Upgrade FreeASPUpload.asp !!

Hello friends,

Those of you who are using freeaspupload.asp for uploading files to the web server, here's a valuable upgrade code snippet to be included in the original source code. The original source code allows access to the form fields only after executing the FreeASPUpload.Save("DestDir") method, ie. after uploading the file(s). So, any validation could only be done after uploading the file(s). This has now been solved by me by adding a very small method in the include file freeaspupload.asp.

Here's the code :

----------------------------------
Class FreeASPUpload

.........
.........
.........

Public Sub ReadForm()
if not uploadedYet then Upload
End Sub

.........
.........
.........

End Class
----------------------------------

Before executing the FreeASPUpload.Save("DestDir") method, call FreeASPUpload.ReadForm and then access the form fields using the FreeASPUpload.Form("...") method as required. All this can be done before uploading the file(s) with the FreeASPUpload.Save("DestDir") method.

Regards

Sabu

Hi sabu28,

Glad you've been able to come up with that code snippet. I have been triying to add a code that will limit the size of the files to be uploaded to a certain value and also check that the file to be uploaded exits in the system before saving the files to the server and if it does not exists return the users to the form.

I tried using Client side script validation using and it worked. But the only draw back is that for it to work properly the user must have to enable unsafe activexobjects. Not too many people have that enabled.

Is there anyway you can assist help with a code that will check for filesize and fileexists before saving to disks. I have put this up before in another tread in this forum.

hi webit, for what you need you better contact Hacker or Cracker.
they're the only one who will tell you how they write Virus that
can manage user's computer from within website.

I hope you're not going to do that, and that you'll understand
that what you ask is not possible.

if website want full access and full control over the visitor
computer (and that's exactly what allowing unsafe ActiveX
controls is doing) then the user must first do some action and
agree to the huge risk he/she are facing.

Hi,

Thats not really what am asking for, to hack into someone pc.

I want to implement a server side code leveraging on the Freeaspupload.asp include file definitions to be able to test if a file exists and the size of a file attachment before calling the method class FreeASPUpload.Save("DestDir").

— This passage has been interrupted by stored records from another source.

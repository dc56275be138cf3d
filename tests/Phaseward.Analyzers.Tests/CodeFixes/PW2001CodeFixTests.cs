using System.Linq;
using System.Threading.Tasks;
using Microsoft.CodeAnalysis;
using Microsoft.CodeAnalysis.Testing;
using Phaseward.Analyzers.Tests.Elaboration;
using Phaseward.Analyzers.Tests.Verifiers;
using Phaseward.Checking;
using Phaseward.CodeFixes;
using Phaseward.Netlists;
using Phaseward.Rules.PassGatePaths;

namespace Phaseward.Analyzers.Tests.CodeFixes;
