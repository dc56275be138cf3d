namespace Phaseward.Analyzers.Tests.Elaboration;

/// <summary>
/// Arithmetic and conversions on every numeric type, each design elaborated exactly as the compiled design runs it
/// (the oracle: the design compiled and run by .NET, <see cref="ParityTests"/>): byte, sbyte, short, ushort and char
/// widen to int and wrap back when stored (b += 10, c++), uint and ulong wrap or throw in their own arithmetic, decimal
/// always throws on overflow, and a cast to a narrower type keeps the low bits unchecked and throws checked. Before, a
/// cast to byte, sbyte, short, ushort, uint, ulong or decimal kept the value unchanged ((byte)300 stayed 300, silently),
/// and the arithmetic was PW9001.
/// </summary>
public class NumericWidthsTests
{
    [Theory]
    [InlineData("Widths.NarrowCasts")]
    [InlineData("Widths.CheckedCasts")]
    [InlineData("Widths.SmallTypesWrapWhenStored")]
    [InlineData("Widths.Characters")]
    [InlineData("Widths.Unsigned")]
    [InlineData("Widths.UnsignedOverflow")]
    [InlineData("Widths.Decimals")]
    [InlineData("Widths.FloatingToIntegers")]
    public void RunsAsAtRunTime(string design) => ParityTests.AssertParity(Designs, design);

    private static readonly InMemoryDesigns Designs = new(("/widths/Widths.cs", """
            using System;
            using Phaseward;

            namespace Widths
            {
                public abstract class Base : Design { protected void Chain(Circuit c, long n, string p) { var x = c.Input(p + "in"); for (var i = 0; i < n; i++) x = c.Inverter(x, p + i); c.Output(p + "out", x); } }
                public sealed class NarrowCasts : Base
                {
                    protected override void Describe(Circuit c)
                    {
                        var x = 300;
                        var big = 5_000_000_000L;
                        byte b = (byte)x;
                        sbyte s = (sbyte)(x - 100);
                        short h = (short)(x * 300);
                        ushort u = (ushort)(-x);
                        var one = 1;
                        uint w = (uint)(-one);
                        int i = (int)big;
                        var two = 2L;
                        ulong ul = (ulong)(-two);
                        Chain(c, b + (s + 128) % 7 + (h & 15) + u % 11 + w % 13 + (i & 7) + (long)(ul % 17), "nc");
                    }
                }
                public sealed class CheckedCasts : Base
                {
                    protected override void Describe(Circuit c)
                    {
                        var caught = 0;
                        var x = 300;
                        try { _ = checked((byte)x); } catch (OverflowException) { caught += 1; }
                        try { _ = checked((uint)(x - 301)); } catch (OverflowException) { caught += 2; }
                        try { _ = checked((ushort)x); } catch (OverflowException) { caught += 4; }
                        try { _ = checked((sbyte)(x - 400)); } catch (OverflowException) { caught += 8; }
                        Chain(c, caught, "cc");
                    }
                }
                public sealed class SmallTypesWrapWhenStored : Base
                {
                    protected override void Describe(Circuit c)
                    {
                        byte b = 250; b += 10;
                        sbyte s = 127; s++;
                        short h = 30000; h += 10000;
                        ushort u = 1; u -= 2;
                        byte m = 200; m *= 2;
                        byte r = 1; r <<= 9;
                        Chain(c, b + (s + 128) + (h & 31) + u % 9 + m % 10 + r, "sw");
                    }
                }
                public sealed class Characters : Base
                {
                    protected override void Describe(Circuit c)
                    {
                        var ch = 'a';
                        ch++;
                        ch += (char)2;
                        var lane = (char)('A' + 3);
                        var name = "lane_" + ch + lane + (char)(lane + 1);
                        c.Inverter(c.Input("letter"), name);
                        Chain(c, ch - 'a', "ch");
                    }
                }
                public sealed class Unsigned : Base
                {
                    protected override void Describe(Circuit c)
                    {
                        uint u = 0; u--;
                        uint shifted = 0x80000000u >> 33;
                        ulong ul = ulong.MaxValue; ul += 2;
                        var seventy = 70000u;
                        uint product = seventy * seventy;
                        var compare = (u > 5u ? 1 : 0) + (ul < 2ul ? 2 : 0);
                        Chain(c, u % 7 + shifted % 11 + (long)ul + product % 13 + compare + (~0u) % 5, "un");
                    }
                }
                public sealed class UnsignedOverflow : Base
                {
                    protected override void Describe(Circuit c)
                    {
                        var caught = 0;
                        uint u = 0;
                        ulong big = ulong.MaxValue;
                        try { checked { u--; } } catch (OverflowException) { caught += 1; }
                        try { checked { big += 1; } } catch (OverflowException) { caught += 2; }
                        try { var zero = 0u; _ = 5u / zero; } catch (DivideByZeroException) { caught += 4; }
                        Chain(c, caught, "uo");
                    }
                }
                public sealed class Decimals : Base
                {
                    protected override void Describe(Circuit c)
                    {
                        var m = 0.1m + 0.2m;
                        var exact = m == 0.3m ? 1 : 0;
                        var tenths = (int)(m * 10);
                        var third = 1m / 3m;
                        var caught = 0;
                        var maxM = decimal.MaxValue;
                        try { _ = maxM + 1m; } catch (OverflowException) { caught = 1; }
                        try { _ = (int)(maxM / 2); } catch (OverflowException) { caught += 2; }
                        var rounded = (int)Math.Round(2.5m);
                        Chain(c, exact + tenths + (third * 3 == 1m ? 10 : 20) + caught + rounded + (int)(-m * -10), "dm");
                    }
                }
                public sealed class FloatingToIntegers : Base
                {
                    protected override void Describe(Circuit c)
                    {
                        var d = 3.99;
                        var f = 2.5f;
                        var caught = 0;
                        var e = 1e12;
                        try { _ = checked((int)e); } catch (OverflowException) { caught = 1; }
                        Chain(c, (int)d + (byte)d + (long)f + (uint)(d * 2) + (short)(-d + 10) + caught + (int)(decimal)d, "fi");
                    }
                }
            }
            """));
}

I don't want users to upload a file thats more than 2mb.

I hope this is a better explanation

What Shadow Wizard is saying is there's no way to check the details of a file before it's uploaded unless you get the user to install some form of control on their computer.

The details of the file will only be exposed to an Upload component/code once the file has been uploaded.

It's like me asking you to tell me what make and model of computer I'm using to type this post.

It's just not physically possible without you having some form of control of my machine.

very true, and very few people will trust you enough to have
their computer at your full control. I for one will never allow
any website to have control over my computer.
if it's required for file upload, I'll simply never upload any file.

Why can't you validate this on the server side?